Half the reason I wrote this post was to respond to this article, and then I forgot to mention it. Check this out:
Developing commercially viable carbon capture and storage, or CCS, technology should be a major priority for companies and governments all over the world because renewable energy sources will not be able to replace oil and gas quickly enough, a senior executive at Royal Dutch Shell PLC said Tuesday.
"Without CCS, fossil fuel use would have to be cut by more than half," Malcolm Brinded, Executive Director of Exploration and Production at the Anglo-Dutch company, said at the Offshore Europe conference in Aberdeen.
"Nuclear would have to grow twice as fast ... thousands more wind turbines would be needed. And a new vehicle fleet would have to run largely on biofuels and electricity, with petrol and diesel fuel almost completely phased out," he said.

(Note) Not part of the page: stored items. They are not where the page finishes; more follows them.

//! Transfer matrices on strips and cylinders of a two-dimensional crystal, and on thin
//! prisms of a three-dimensional one.
//!
//! # What it computes
//!
//! For a strip `width` cells wide (transverse axis periodic — a cylinder — or open) and
//! infinitely long along one cell axis — or, for a three-dimensional crystal, a prism
//! whose section is `width` × `depth` cells across the two other axes
//! ([`StripConfig::depth`]) — the largest eigenvalue λ of the column-to-column transfer
//! operator T. The number of arrangements of a strip of M columns grows like λ^M,
//! so ln W per formula unit of the infinite strip is ln λ / (formula units per column).
//! [`Column::trace_power`] gives the exact integer trace of T^L, which is the exact count of
//! the `width × L` torus.
//!
//! # Method
//!
//! The operator is built from the [`Model`] of a periodic `width × n` cluster (n = 4·reach + 3
//! columns, so that no constraint wraps onto itself along the strip): every variable belongs
//! to the column of its cell, every constraint is assigned to the first column it reads, and
//! the constraints assigned to column 0 — with their compiled tables — are the template of
//! one column. One column is then applied as a sequence of frontier steps, exactly as in the
//! exact counter ([`super::exact`]): add one variable of the new column, check the
//! constraints whose last variable it is, forget the variables that no unfinished constraint
//! reads. The variables are added in the order the constraints across the strip need them
//! (`sweep_order`), and a variable that completes no constraint is added in one step with
//! the next one, so that no step holds states that the next check would discard. States
//! are frontier assignments packed into `u64` bit fields; at the end of a column the fields
//! are relabelled by age so that the state space repeats.
//!
//! The operator is never stored as a matrix. Once per width a symbolic pass finds the set
//! K of frontier states reachable from an open left end (closed under T) and compiles, for
//! every step of the column, the rows ([`rows`]): for each output state the indices of its
//! input states (found by merging sorted streams of transitions, never by sorting).
//! Applying T is then `m` gather passes over flat `f64` arrays (m = variables per column),
//! with no hash map or search in the hot loop.
//!
//! Two reductions shrink K (both on by default, [`Sectors::Full`] turns them off):
//!
//! * **Charge sectors** ([`sector`]): when the constraint tables imply an additive quantity
//!   that T conserves (the arrow flux of ice rules; the sublattice balance of dimers, which
//!   T negates), K keeps one sector, the one holding the most boundary assignments (zero
//!   flux for even square-ice widths: C(W, W/2) states instead of 2^W). Every image is
//!   checked to keep the charge.
//! * **Reversal pairs**: when every frontier variable is binary, every table is closed under
//!   complementing its scope and the sector maps to itself, a state and its complement are
//!   one state (the largest eigenvector is symmetric under the reversal); this halves K.
//!
//! The eigenvalue: a start vector from restarted Arnoldi (`krylov`: the Ritz value of
//! largest real part, so never −λ), then power iteration on the shifted operator T + σλ̃ (σ = 1/4, λ̃
//! the current estimate) with L1-normalised vectors, started on the recurrent states R (the
//! states with an arbitrarily long past; T maps R into itself, every other state is
//! transient; R empty means that no arrangement continues for ever, an error). The shift
//! removes periodic spectra (an eigenvalue −λ from a sublattice structure would otherwise
//! make the iteration oscillate for ever): T + σλ̃ has the same leading eigenvector and
//! every other eigenvalue strictly smaller in modulus. Iteration stops when the ratios
//! (Tx)_i/x_i over the states carrying at least 1e-8 of the largest component (the support
//! F; subdominant flux sectors decay below it) agree to the tolerance, and fails with
//! [`Error::NotConverged`] at the iteration cap ([`Error::Deadline`] at the deadline). The
//! reported Collatz–Wielandt bracket is min_F (T x_F)_i/x_i ≤ λ ≤ max_R (Tx)_i/x_i, with
//! x_F the iterate restricted to F: the lower bound always holds, the upper one whenever x
//! is positive on R (`certified`). λ is the midpoint of the converged ratios.
//!
//! # Arguments and returns
//!
//! [`Column::new`] takes the crystal, the width and a [`StripConfig`] (strip axis, transverse
//! boundary, state budget); [`Column::largest_eigenvalue`] returns a [`StripResult`] with
//! ln λ, the bracket, ln W per formula unit, the number of states and iterations.
//! [`strip`] does both.
//!
//! # Complexity
//!
//! Memory O(Σ_steps S_t · q_t) 4-byte indices plus about 14 f64 vectors of length max S_t
//! (the Arnoldi basis); time per application O(Σ_steps S_t · q_t), with S_t the number of
//! frontier states at step t. For a sweep across a column S_t ≤ q^(width · depth + 1), much
//! less under restrictive rules and sectors (C(W, W/2)/2 at a square-ice boundary for even
//! W and C(W+2, W/2+1)/2, about 3.8 times that, inside a column; about 1.618^W for hard
//! squares). Building is O(Σ_t S_t q_t · streams) plus one pass over the full boundary
//! space from the open end.
//!
//! # Reference
//!
//! The transfer-matrix method as used for the ice model by Lieb 1967 (Phys. Rev. 162, 162);
//! the Collatz–Wielandt bounds for nonnegative matrices (Collatz 1942; Wielandt 1950);
//! the frontier (one variable at a time) form as in the exact counter.

use std::collections::HashMap;
use std::time::Instant;

use num_bigint::BigUint;
use rayon::prelude::*;
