//! The second parsing stage: [`Crystal::from_spec`] checks everything that needs the whole
//! file, and the range limits it enforces.

use std::collections::HashSet;
use std::path::Path;

use super::Crystal;
use super::geometry::{determinant, norm, robust_norm, sub_shift};
use super::types::*;
use crate::error::{Error, Position, Result};
use crate::spec::{LatticeSpec, Located, position_of};

/// Largest cell shift a bond or group member may use.
pub const MAX_SHIFT: i64 = 64;

/// Shortest and longest cell vector, in the file's length units: far beyond any unit of
/// length a crystal is described in, and far inside the range where lengths, areas and
/// volumes are still ordinary floating-point numbers.
pub const LENGTH_RANGE: (f64, f64) = (1e-30, 1e30);

/// Largest absolute fractional coordinate of a site (sites normally lie in the cell,
/// 0 ≤ x < 1).
pub const MAX_FRACTION: f64 = 1000.0;

/// Most sites a unit cell may list.
pub const MAX_SITES: usize = 10_000;

/// Most bonds one distance window may give a single site: physical coordinations stay far
/// below; a window that gives more is almost surely wider than meant, and would make the
/// rule tables and the clusters built from it enormous.
pub const MAX_WINDOW_COORDINATION: usize = 16;

/// Most (site pair, cell shift) candidates a distance window may test.
pub const MAX_WINDOW_CANDIDATES: u64 = 50_000_000;

/// Most sites and bonds the smallest periodic cluster of a crystal (a cube of 2·reach + 1
/// cells) may hold; longer shifts are refused when the file is read.
pub const MAX_PROBE_ENTITIES: u64 = 1 << 22;

/// Fewest and most formula units a `per: cell` count may give one cell.
pub const UNITS_PER_CELL_RANGE: (f64, f64) = (0.01, 1e6);

pub(crate) struct Checker<'a> {
    path: &'a Path,
}

impl Checker<'_> {
    pub(super) fn err<T>(&self, position: Position, message: impl Into<String>) -> Result<T> {
        Err(Error::Invalid {
            path: self.path.to_path_buf(),
            position,
            message: message.into(),
        })
    }
    pub(super) fn at<T, U>(&self, value: &Located<U>, message: impl Into<String>) -> Result<T> {
        self.err(position_of(value), message)
    }
}

/// A number as a person would write it in the file: `.nan`, `.inf`, `-.inf` or the value.
pub fn number_word(x: f64) -> String {
    if x.is_nan() {
        "NaN (not a number)".into()
    } else if x.is_infinite() {
        if x > 0.0 {
            "infinity".into()
        } else {
            "-infinity".into()
        }
    } else if x != 0.0 && !(1e-4..1e15).contains(&x.abs()) {
        format!("{x:e}")
    } else {
        format!("{x}")
    }
}
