impl Cells {
    /// `counts[k]` unit cells along axis k (one count per dimension of the crystal, 1 to
    /// 3), periodic along every axis.
    ///
    /// ```
    /// use groundcount::cluster::Cells;
    /// let c = Cells::periodic(&[4, 4, 2]).unwrap();
    /// assert_eq!(c.to_string(), "4x4x2 periodic");
    /// assert_eq!(c.with_open(2).unwrap().to_string(), "4x4x2 open along c");
    /// assert!(Cells::periodic(&[4, 0]).is_err());
    /// ```
    pub fn periodic(counts: &[usize]) -> Result<Cells> {
        let dimensions = counts.len();
        if !(1..=3).contains(&dimensions) {
            return Err(Error::CellSize(CellsError::WrongCount {
                text: None,
                given: dimensions,
                dimensions: dimensions.clamp(1, 3),
            }));
        }
        if let Some(axis) = counts.iter().position(|&c| c == 0) {
            return Err(Error::CellSize(CellsError::ZeroSize { text: None, axis }));
        }
        let total = counts.iter().try_fold(1usize, |a, &c| a.checked_mul(c));
        if total.is_none_or(|t| t > MAX_CELLS) {
            return Err(Error::CellSize(CellsError::TooManyCells {
                text: None,
                max: MAX_CELLS,
            }));
        }
        let mut all = [1usize; 3];
        all[..dimensions].copy_from_slice(counts);
        Ok(Cells {
            counts: all,
            periodic: [true; 3],
            dimensions,
        })
    }

    /// The same cell with open boundaries along `axis` (0 = a, 1 = b, 2 = c): bonds that
    /// leave the cell across those faces are dropped.
    pub fn with_open(mut self, axis: usize) -> Result<Cells> {
        if axis >= self.dimensions {
            return Err(Error::CellSize(CellsError::NoSuchAxis {
                axis: AXES.get(axis).map_or(axis.to_string(), |c| c.to_string()),
                dimensions: self.dimensions,
            }));
        }
        self.periodic[axis] = false;
        Ok(self)
    }

    /// Read the cell notation `4x4x2` (a single number `4` means 4 along every axis) and a
    /// comma-separated list of open axes `a,b` (none when `None`), as a user writes them,
    /// for a crystal of the given dimension. Errors carry the text that did not read
    /// ([`CellsError::text`]).
    pub fn parse(text: &str, open: Option<&str>, dimensions: usize) -> Result<Cells> {
        let bad = |e: CellsError| Error::CellSize(e);
        let parts: Vec<&str> = text.split(['x', 'X', '×']).map(str::trim).collect();
        let values: Vec<usize> = parts
            .iter()
            .map(|p| {
                if p.is_empty() {
                    return Err(bad(CellsError::MissingSize {
                        text: text.to_string(),
                        dimensions,
                    }));
                }
                p.parse::<usize>().map_err(|_| {
                    bad(CellsError::NotANumber {
                        text: text.to_string(),
                        part: p.to_string(),
                    })
                })
            })
            .collect::<Result<_>>()?;
        let counts: Vec<usize> = match values.len() {
            1 => vec![values[0]; dimensions],
            n if n == dimensions => values,
            n => {
                return Err(bad(CellsError::WrongCount {
                    text: Some(text.to_string()),
                    given: n,
                    dimensions,
                }));
            }
        };
        let with_text = |e: Error| match e {
            Error::CellSize(CellsError::ZeroSize { axis, .. }) => bad(CellsError::ZeroSize {
                text: Some(text.to_string()),
                axis,
            }),
            Error::CellSize(CellsError::TooManyCells { max, .. }) => {
                bad(CellsError::TooManyCells {
                    text: Some(text.to_string()),
                    max,
                })
            }
            other => other,
        };
        let mut cells = Cells::periodic(&counts).map_err(with_text)?;
        for axis in open
            .unwrap_or("")
            .split(',')
            .map(str::trim)
            .filter(|s| !s.is_empty())
        {
            match AXES[..dimensions]
                .iter()
                .position(|a| a.to_string() == axis)
            {
                Some(k) => cells = cells.with_open(k)?,
                None => {
                    return Err(bad(CellsError::NoSuchAxis {
                        axis: axis.to_string(),
                        dimensions,
                    }));
                }
            }
        }
        Ok(cells)
    }

    /// The same number of cells along every axis, all periodic.
    pub fn cube(n: usize, dimensions: usize) -> Cells {
        let mut counts = [1; 3];
        counts[..dimensions].fill(n);
        Cells {
            counts,
            periodic: [true; 3],
            dimensions,
        }
    }

    /// Number of unit cells.
    pub fn total(&self) -> usize {
        self.counts.iter().product()
    }
}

A change this drastic would be very difficult to achieve quickly, so CCS -- which could reduce emissions from major industrial sources of carbon dioxide such as power stations by up to 90% -- is necessary to smooth the transition to more widespread renewable energy, he said.
My god, fossil fuel cut by half? Thousands of new wind turbines? A vehicle fleet running on biofuels and electricity? Spare us this awful fate, CCS!
But seriously. This analysis only makes sense if developing and widely deploying CCS takes substantially less time and costs substantially less money than the renewable options Brinded acknowledges are inevitable either way.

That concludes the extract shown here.